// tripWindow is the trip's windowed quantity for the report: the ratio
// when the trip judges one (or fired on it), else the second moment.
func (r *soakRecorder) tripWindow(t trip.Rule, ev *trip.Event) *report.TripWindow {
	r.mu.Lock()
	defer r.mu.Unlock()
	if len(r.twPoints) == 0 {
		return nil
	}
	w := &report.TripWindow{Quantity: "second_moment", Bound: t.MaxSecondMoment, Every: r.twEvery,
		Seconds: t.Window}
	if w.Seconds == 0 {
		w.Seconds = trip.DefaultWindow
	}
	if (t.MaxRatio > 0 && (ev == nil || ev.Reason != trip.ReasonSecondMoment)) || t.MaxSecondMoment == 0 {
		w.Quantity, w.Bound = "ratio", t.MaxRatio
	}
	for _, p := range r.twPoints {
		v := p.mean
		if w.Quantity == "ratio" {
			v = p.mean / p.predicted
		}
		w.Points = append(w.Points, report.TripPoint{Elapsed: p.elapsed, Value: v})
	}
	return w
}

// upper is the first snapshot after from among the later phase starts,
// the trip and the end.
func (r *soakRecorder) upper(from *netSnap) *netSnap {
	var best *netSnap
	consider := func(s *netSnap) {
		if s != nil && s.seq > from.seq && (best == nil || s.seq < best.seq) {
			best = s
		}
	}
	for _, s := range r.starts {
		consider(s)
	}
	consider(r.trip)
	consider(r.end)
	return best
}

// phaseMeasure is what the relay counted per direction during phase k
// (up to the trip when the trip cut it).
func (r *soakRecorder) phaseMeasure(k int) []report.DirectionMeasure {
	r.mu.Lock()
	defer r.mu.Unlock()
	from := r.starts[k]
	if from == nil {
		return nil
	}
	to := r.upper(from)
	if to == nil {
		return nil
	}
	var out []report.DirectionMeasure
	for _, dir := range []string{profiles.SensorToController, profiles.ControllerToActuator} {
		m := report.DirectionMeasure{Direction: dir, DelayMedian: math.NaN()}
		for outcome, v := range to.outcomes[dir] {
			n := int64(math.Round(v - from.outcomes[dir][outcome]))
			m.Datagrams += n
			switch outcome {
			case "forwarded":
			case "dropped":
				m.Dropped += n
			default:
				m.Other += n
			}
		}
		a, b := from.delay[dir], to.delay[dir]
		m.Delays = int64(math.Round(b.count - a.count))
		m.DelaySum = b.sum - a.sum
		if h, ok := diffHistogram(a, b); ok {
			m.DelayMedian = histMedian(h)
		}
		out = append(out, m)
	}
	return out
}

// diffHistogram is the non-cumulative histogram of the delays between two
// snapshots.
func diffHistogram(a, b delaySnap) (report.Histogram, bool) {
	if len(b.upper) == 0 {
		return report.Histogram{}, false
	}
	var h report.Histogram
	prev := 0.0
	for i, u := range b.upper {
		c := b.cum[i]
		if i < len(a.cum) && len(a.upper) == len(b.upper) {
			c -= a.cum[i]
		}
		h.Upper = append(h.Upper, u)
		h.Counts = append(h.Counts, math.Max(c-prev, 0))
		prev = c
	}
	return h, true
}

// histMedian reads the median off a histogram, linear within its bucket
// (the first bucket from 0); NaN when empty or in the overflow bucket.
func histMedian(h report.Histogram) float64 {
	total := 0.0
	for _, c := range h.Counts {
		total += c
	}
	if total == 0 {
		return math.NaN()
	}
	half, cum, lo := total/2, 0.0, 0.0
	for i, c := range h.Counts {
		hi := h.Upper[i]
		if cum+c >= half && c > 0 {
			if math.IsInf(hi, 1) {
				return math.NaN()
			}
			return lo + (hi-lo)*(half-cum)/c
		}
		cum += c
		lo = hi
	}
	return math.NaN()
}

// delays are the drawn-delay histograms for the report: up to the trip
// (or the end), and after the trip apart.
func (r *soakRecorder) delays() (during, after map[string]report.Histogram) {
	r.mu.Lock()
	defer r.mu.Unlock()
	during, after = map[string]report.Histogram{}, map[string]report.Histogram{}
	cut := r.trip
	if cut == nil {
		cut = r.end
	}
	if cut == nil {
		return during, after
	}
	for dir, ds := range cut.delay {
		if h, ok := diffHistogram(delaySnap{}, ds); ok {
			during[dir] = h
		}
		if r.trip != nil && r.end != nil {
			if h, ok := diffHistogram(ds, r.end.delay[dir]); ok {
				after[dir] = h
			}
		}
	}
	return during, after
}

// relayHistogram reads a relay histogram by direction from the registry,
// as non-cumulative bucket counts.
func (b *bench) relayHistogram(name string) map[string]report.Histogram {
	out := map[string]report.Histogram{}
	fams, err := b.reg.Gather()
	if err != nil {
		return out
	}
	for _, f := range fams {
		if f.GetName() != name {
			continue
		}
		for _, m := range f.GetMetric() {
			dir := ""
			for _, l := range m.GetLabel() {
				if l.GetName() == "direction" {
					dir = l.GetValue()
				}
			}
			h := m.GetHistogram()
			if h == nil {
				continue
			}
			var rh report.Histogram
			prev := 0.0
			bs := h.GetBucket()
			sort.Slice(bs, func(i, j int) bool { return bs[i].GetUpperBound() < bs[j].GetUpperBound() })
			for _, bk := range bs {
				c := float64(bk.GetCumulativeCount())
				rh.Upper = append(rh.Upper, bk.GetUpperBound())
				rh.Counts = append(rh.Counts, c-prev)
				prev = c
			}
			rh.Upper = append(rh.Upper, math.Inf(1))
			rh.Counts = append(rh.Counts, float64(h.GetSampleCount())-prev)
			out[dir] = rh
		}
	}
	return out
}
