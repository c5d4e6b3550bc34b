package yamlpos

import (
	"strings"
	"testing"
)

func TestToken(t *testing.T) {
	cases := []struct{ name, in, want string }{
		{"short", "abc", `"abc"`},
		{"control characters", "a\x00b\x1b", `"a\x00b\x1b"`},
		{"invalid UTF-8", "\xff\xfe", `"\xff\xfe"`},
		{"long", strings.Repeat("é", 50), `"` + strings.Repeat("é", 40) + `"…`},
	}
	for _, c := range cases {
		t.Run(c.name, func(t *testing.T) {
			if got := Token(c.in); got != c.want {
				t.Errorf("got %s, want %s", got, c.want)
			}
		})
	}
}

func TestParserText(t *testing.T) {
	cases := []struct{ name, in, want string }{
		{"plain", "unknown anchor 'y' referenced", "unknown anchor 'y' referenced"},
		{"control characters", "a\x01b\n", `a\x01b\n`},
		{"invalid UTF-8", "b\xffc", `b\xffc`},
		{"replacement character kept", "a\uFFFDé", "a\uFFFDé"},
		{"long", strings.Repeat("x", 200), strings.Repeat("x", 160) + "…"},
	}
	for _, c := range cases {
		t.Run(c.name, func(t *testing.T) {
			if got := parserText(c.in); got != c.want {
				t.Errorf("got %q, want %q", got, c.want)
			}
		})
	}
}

*What the task requires:*
Filter the records above for lines with "delaySnap".

*Response to this exercise:*
func diffHistogram(a, b delaySnap) (report.Histogram, bool) {
		if h, ok := diffHistogram(delaySnap{}, ds); ok {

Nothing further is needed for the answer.